→ ACTIVITY: The expected output is the line with "r.nearest.forEach((h, j) =>" followed by every remaining line of the entries, all repeated exactly.

→ INFORMATION PROVIDED:

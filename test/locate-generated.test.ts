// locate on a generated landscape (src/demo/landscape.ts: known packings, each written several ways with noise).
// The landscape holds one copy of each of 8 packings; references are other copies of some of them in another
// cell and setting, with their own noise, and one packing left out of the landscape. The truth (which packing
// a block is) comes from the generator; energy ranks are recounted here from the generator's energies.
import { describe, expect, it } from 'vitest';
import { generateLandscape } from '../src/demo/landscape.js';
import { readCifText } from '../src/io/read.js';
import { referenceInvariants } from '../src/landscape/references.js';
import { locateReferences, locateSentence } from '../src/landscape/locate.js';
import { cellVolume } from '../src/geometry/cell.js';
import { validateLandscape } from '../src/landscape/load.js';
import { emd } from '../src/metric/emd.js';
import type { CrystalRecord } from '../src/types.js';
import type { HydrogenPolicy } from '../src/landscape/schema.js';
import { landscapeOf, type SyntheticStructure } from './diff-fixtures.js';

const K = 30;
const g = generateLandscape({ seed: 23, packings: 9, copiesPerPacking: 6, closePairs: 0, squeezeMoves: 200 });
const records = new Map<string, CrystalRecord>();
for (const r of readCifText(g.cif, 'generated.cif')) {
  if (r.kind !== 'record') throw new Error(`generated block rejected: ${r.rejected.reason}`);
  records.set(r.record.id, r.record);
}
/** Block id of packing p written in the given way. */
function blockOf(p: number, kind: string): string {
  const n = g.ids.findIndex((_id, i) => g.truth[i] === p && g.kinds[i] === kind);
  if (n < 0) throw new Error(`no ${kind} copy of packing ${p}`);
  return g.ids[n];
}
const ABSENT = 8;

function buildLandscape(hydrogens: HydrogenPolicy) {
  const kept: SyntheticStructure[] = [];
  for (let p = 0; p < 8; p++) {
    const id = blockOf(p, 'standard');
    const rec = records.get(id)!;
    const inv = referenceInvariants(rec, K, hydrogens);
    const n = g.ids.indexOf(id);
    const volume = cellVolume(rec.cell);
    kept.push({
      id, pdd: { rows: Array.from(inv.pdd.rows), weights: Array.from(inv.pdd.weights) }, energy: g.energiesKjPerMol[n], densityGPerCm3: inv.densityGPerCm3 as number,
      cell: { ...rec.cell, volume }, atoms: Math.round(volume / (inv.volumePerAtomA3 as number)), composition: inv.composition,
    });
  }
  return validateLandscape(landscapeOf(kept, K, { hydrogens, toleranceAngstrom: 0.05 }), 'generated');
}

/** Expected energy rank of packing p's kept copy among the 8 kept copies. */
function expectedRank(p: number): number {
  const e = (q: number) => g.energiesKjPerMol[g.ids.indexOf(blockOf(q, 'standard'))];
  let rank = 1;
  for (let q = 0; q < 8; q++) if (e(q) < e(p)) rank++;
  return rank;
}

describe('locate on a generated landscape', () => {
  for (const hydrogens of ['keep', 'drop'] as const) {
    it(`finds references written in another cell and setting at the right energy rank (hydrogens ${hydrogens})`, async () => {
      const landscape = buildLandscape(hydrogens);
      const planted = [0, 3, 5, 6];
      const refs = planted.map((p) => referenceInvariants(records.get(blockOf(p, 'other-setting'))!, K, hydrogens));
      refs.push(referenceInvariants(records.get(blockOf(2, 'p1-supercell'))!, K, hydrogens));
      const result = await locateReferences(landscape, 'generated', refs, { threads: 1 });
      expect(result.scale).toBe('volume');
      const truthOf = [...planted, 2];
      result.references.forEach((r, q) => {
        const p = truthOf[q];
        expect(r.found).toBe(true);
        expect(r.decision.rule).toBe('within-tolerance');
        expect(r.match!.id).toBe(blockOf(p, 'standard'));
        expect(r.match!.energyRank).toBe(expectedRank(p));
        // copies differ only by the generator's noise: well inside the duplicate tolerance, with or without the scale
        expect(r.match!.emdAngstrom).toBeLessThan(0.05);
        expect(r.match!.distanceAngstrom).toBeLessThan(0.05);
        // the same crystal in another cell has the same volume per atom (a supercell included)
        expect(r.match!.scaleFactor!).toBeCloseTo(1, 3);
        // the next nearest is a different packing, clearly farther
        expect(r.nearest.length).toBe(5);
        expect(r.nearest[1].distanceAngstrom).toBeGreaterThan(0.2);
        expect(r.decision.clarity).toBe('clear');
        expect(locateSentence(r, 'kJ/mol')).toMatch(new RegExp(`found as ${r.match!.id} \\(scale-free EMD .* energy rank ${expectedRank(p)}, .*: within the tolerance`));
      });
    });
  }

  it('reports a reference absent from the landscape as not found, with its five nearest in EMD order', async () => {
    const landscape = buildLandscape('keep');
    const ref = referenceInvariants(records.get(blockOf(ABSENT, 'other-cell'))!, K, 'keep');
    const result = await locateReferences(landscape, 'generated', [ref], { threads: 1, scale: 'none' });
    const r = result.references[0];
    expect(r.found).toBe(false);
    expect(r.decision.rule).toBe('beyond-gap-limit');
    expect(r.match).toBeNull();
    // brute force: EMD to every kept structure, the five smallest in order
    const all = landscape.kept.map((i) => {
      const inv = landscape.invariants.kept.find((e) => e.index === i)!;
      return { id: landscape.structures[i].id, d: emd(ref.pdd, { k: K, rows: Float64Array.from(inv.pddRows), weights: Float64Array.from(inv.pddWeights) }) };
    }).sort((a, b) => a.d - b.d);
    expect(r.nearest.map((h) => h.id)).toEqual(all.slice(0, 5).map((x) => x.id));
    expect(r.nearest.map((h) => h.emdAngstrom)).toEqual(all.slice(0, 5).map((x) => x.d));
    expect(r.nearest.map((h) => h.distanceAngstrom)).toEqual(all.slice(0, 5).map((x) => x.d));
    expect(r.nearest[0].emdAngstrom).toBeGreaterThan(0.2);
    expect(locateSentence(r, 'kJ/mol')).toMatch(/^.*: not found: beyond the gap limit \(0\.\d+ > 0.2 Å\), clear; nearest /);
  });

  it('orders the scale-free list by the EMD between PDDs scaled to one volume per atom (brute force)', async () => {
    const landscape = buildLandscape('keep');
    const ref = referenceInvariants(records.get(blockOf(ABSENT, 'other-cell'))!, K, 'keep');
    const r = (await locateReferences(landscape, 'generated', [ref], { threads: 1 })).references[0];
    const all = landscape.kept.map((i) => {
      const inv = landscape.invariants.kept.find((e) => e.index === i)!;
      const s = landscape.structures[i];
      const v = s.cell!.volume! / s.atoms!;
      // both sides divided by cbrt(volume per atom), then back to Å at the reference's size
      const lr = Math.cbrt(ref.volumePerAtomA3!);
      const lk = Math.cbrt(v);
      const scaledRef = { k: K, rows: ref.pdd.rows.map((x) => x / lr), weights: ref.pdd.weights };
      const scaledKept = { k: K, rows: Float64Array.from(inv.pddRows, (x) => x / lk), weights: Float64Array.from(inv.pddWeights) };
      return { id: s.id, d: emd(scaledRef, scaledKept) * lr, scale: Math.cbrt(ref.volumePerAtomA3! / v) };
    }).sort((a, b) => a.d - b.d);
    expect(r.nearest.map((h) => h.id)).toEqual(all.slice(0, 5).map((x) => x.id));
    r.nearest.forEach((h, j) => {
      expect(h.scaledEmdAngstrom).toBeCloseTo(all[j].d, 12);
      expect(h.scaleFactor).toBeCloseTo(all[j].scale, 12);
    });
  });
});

→ EXERCISE RESPONSE:
    r.nearest.forEach((h, j) => {
      expect(h.scaledEmdAngstrom).toBeCloseTo(all[j].d, 12);
      expect(h.scaleFactor).toBeCloseTo(all[j].scale, 12);
    });
  });
});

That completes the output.